Encontro promovido pelo Fórum Paulista de Conscientização do Envelhecimento com entidades de defesa dos idosos de São Paulo, para debater os decreto que tiraram a autonomia do CNDI- Conselho Nacional dos Direitos da Pessoa Idosa. Fotos: jonal3idade.com.br
Encontro promovido pelo Fórum Paulista de Conscientização do Envelhecimento com entidades de defesa dos idosos de São Paulo, para debater os decreto que tiraram a autonomia do Conselho Nacional dos Direitos da Pessoa Idosa. Fotos: jonal3idade.com.br

Uma Moção de Repúdio ao decreto que extinguiu o CNDI – Conselho Nacional dos Direitos da Pessoa Idosa e ao decreto que criou um mini-conselho foi votada como uma carta compromisso, que será enviada para todos os deputados federais de SP e a todos os conselhos e fóruns do Estado, no encontro que o Fórum Paulista de Conscientização do Envelhecimento realizou na sexta-feira 26 de julho, nas dependências da Faculdade de Direito da USP, no Centro da Capital.

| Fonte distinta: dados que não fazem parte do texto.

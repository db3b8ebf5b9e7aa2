"""The A/A replay's result query for a quantile metric: each bucket's values near the
pooled quantile.

A quantile metric's test (``stats.quantiles``) needs, per variant, order statistics of
the event-level values and, per unit, S (its values at or below the variant's quantile)
and M (all its values). In a replay every variant's quantile and outer band lie close to
the pooled quantile, so the query keeps exactly the values inside a wide window about it:
the pooled outer band at ``window_z`` (delta method, clustered by unit; see
``window_z``). One result query ``qreplay_<metric>`` of two kinds of rows:

base rows (v NULL)  per bucket: ``units`` (units with values), ``m``/``m2`` (Σ M, Σ M²)
                    and, with L a unit's values below the window, ``l``/``l2``/``lm``
                    (Σ L, Σ L², Σ L·M)
cell rows           per bucket and distinct value v inside the window: ``c`` (values equal
                    to v) and the steps v adds, summed over the bucket's units, to S² and
                    S·M (a unit with c values equal to v and S_before values below v:
                    S² grows by c·(2·S_before + c), S·M by c·M)

A variant's ΣS, ΣS², ΣS·M at any window value are then running sums over the window:
exact whole numbers (``stats.replay_quantiles``).
"""

from __future__ import annotations

import math

import sqlglot.expressions as exp

from metricforge.compile.checks import bucket_of_unit
from metricforge.compile.extras import quantile_query, value_rows
from metricforge.compile.sqlparts import DOUBLE, UNIT_TABLE, col, lit, with_ctes
from metricforge.errors import CompileError
from metricforge.spec.model import MetricDef, Plan
from metricforge.stats.quantiles import two_sided_z

# Standard errors of slack beyond a variant's own band: a replayed variant's quantile lies
# within a few of its standard errors of the pooled one.
SLACK = 8.0


def window_z(plan: Plan) -> float:
    """The pooled band's z: (z + SLACK) standard errors of the smallest variant, whose
    standard error is the pooled one over √share."""
    shares = [s for _, s in plan.spec.variants]
    smallest = min(shares) / sum(shares)
    return (two_sided_z(plan.spec.alpha) + SLACK) / math.sqrt(smallest)


def quantile_replay_name(metric: MetricDef) -> str:
    return f"qreplay_{metric.name}"


def _double(e: exp.Expr) -> exp.Expr:
    return exp.cast(e, DOUBLE)


def _sum(e: exp.Expr) -> exp.Expr:
    return exp.Sum(this=_double(e))


def _count_if(condition: exp.Expr) -> exp.Expr:
    return exp.Count(this=exp.Case().when(condition, lit(1)))


def quantile_replay(plan: Plan, metric: MetricDef, period: str) -> exp.Select:
    """The query ``qreplay_<metric>`` over ``unit_rows`` for ``period`` ("" the
    experiment, "pre" the pre-period, whose values must be listed: ``Plan.pre_values``)."""
    if not plan.lists_values(period):
        raise CompileError(
            f"metric '{metric.name}': the plan does not list its values for period"
            f" '{period}' (make the plan with checks.aa.replay_plan)"
        )
    source = exp.select(
        exp.alias_(exp.Literal.string("pooled"), "variant"),
        col("unit"),
        col("is_bot"),
        col("contaminated"),
        exp.alias_(bucket_of_unit(), "bucket"),
        exp.alias_(col(f"v{period}_{metric.name}"), f"v_{metric.name}"),
    ).from_(UNIT_TABLE)
    band = quantile_query(metric, "qr_source", plan.spec.alpha, ordered=False, z=window_z(plan))
    window = exp.select(
        exp.alias_(col("value_low"), "lo"), exp.alias_(col("value_high"), "hi")
    ).from_(exp.alias_(exp.Subquery(this=band), "b", table=True))
    values = value_rows(metric, "qr_source", col("bucket"), col("unit"))
    v, lo, hi = col("v", "x"), col("lo", "w"), col("hi", "w")
    per_unit = (
        exp.select(
            col("bucket", "x"),
            col("unit", "x"),
            exp.alias_(_double(exp.Count(this=exp.Star())), "m"),
            exp.alias_(_double(_count_if(v.copy() < lo.copy())), "l"),
        )
        .from_(exp.alias_(exp.to_table("qr_values"), "x", table=True))
        .join(exp.alias_(exp.to_table("qr_window"), "w", table=True), join_type="cross")
        .group_by(col("bucket", "x"), col("unit", "x"))
    )
    inside = exp.and_(v.copy() >= lo.copy(), v.copy() <= hi.copy())
    counts = (
        exp.select(
            col("unit", "x"),
            v.copy(),
            exp.alias_(_double(exp.Count(this=exp.Star())), "c"),
        )
        .from_(exp.alias_(exp.to_table("qr_values"), "x", table=True))
        .join(exp.alias_(exp.to_table("qr_window"), "w", table=True), join_type="cross")
        .where(inside)
        .group_by(col("unit", "x"), v.copy())
    )
    running = exp.Window(
        this=exp.Sum(this=col("c", "k")),
        partition_by=[col("unit", "k")],
        order=exp.Order(expressions=[exp.Ordered(this=col("v", "k"))]),
    )
    c = col("c", "k")
    before = exp.paren(
        exp.Sub(this=exp.Add(this=col("l", "u"), expression=running), expression=c.copy())
    )
    steps = (
        exp.select(
            col("bucket", "u"),
            col("v", "k"),
            c.copy(),
            exp.alias_(
                exp.Mul(
                    this=c.copy(),
                    expression=exp.paren(
                        exp.Add(this=exp.Mul(this=lit(2), expression=before), expression=c.copy())
                    ),
                ),
                "s2_step",
            ),
            exp.alias_(exp.Mul(this=c.copy(), expression=col("m", "u")), "sm_step"),
        )
        .from_(exp.alias_(exp.to_table("qr_counts"), "k", table=True))
        .join(
            exp.alias_(exp.to_table("qr_units"), "u", table=True),
            on=col("unit", "k").eq(col("unit", "u")),
        )
    )
    null = exp.cast(exp.null(), DOUBLE)
    cell_stats = ("c", "s2_step", "sm_step")
    base_stats = ("units", "m", "m2", "l", "l2", "lm")
    base = (
        exp.select(
            col("bucket"),
            exp.alias_(null.copy(), "v"),
            *[exp.alias_(null.copy(), name) for name in cell_stats],
            exp.alias_(_double(exp.Count(this=exp.Star())), "units"),
            exp.alias_(_sum(col("m")), "m"),
            exp.alias_(_sum(exp.Mul(this=col("m"), expression=col("m"))), "m2"),
            exp.alias_(_sum(col("l")), "l"),
            exp.alias_(_sum(exp.Mul(this=col("l"), expression=col("l"))), "l2"),
            exp.alias_(_sum(exp.Mul(this=col("l"), expression=col("m"))), "lm"),
        )
        .from_("qr_units")
        .group_by(col("bucket"))
    )
    cells = (
        exp.select(
            col("bucket"),
            col("v"),
            *[exp.alias_(_sum(col(name)), name) for name in cell_stats],
            *[exp.alias_(null.copy(), name) for name in base_stats],
        )
        .from_("qr_steps")
        .group_by(col("bucket"), col("v"))
    )
    union = exp.union(base, cells, distinct=False)
    final = (
        exp.select(exp.Star())
        .from_(exp.alias_(exp.Subquery(this=union), "r", table=True))
        .order_by(col("bucket"), exp.Ordered(this=col("v"), nulls_first=True))
    )
    return with_ctes(
        final,
        [
            ("qr_source", source),
            ("qr_window", window),
            ("qr_values", values),
            ("qr_units", per_unit),
            ("qr_counts", counts),
            ("qr_steps", steps),
        ],
    )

O objetivo imediato- votado por mais de 100 pessoas presentes, representantes de 48 entidades- é o de criar uma agenda de debates, a partir das próximas semanas, com o intuito de esclarecer lideranças sobre as recentes determinações do governo federal, em relação ao CNDI. A intenção é que elas sejam multiplicadoras, do entendimento de que através da publicação de vários decretos, o governo federal está impossibilitando a participação da sociedade civil na elaboração de políticas públicas, como determina a Constituição de 1988.

Mesa do encontro

A mesa do evento foi composta por quatro ex-conselheiros do CNDI, com reconhecida comprovação nas suas áreas de atuação, que ajudaram a construir o conselho nacional nos últimos anos. Estavam nela: Lúcia Secoti, última presidente eleita pelos seus pares para o biênio 2018-2020, destituída pelo Decreto 9893/2019; Amin Aur, ex vice-presidente do CNDI no biênio 2016-2018, representando a OAB- Ordem dos Advogados do Brasil e coordenador da primeira parte da preparação da 5ª Conferência Nacional dos Direitos da Pessoa Idosa, marcada para novembro próximo; Cláudia Beré, que coordenava a Comissão de Normas do CNDI, e que representava a AMPID- Associação Nacional dos Membros do Ministério Público de Defesa dos Direitos dos Idosos e Pessoas com Deficiência. Maria Alice Machado, ex-conselheira do CNDI pela ANG- Associação Nacional de Gerontologia foi a coordenadora da mesa pelo Fórum Paulista de Conscientização do Envelhecimento.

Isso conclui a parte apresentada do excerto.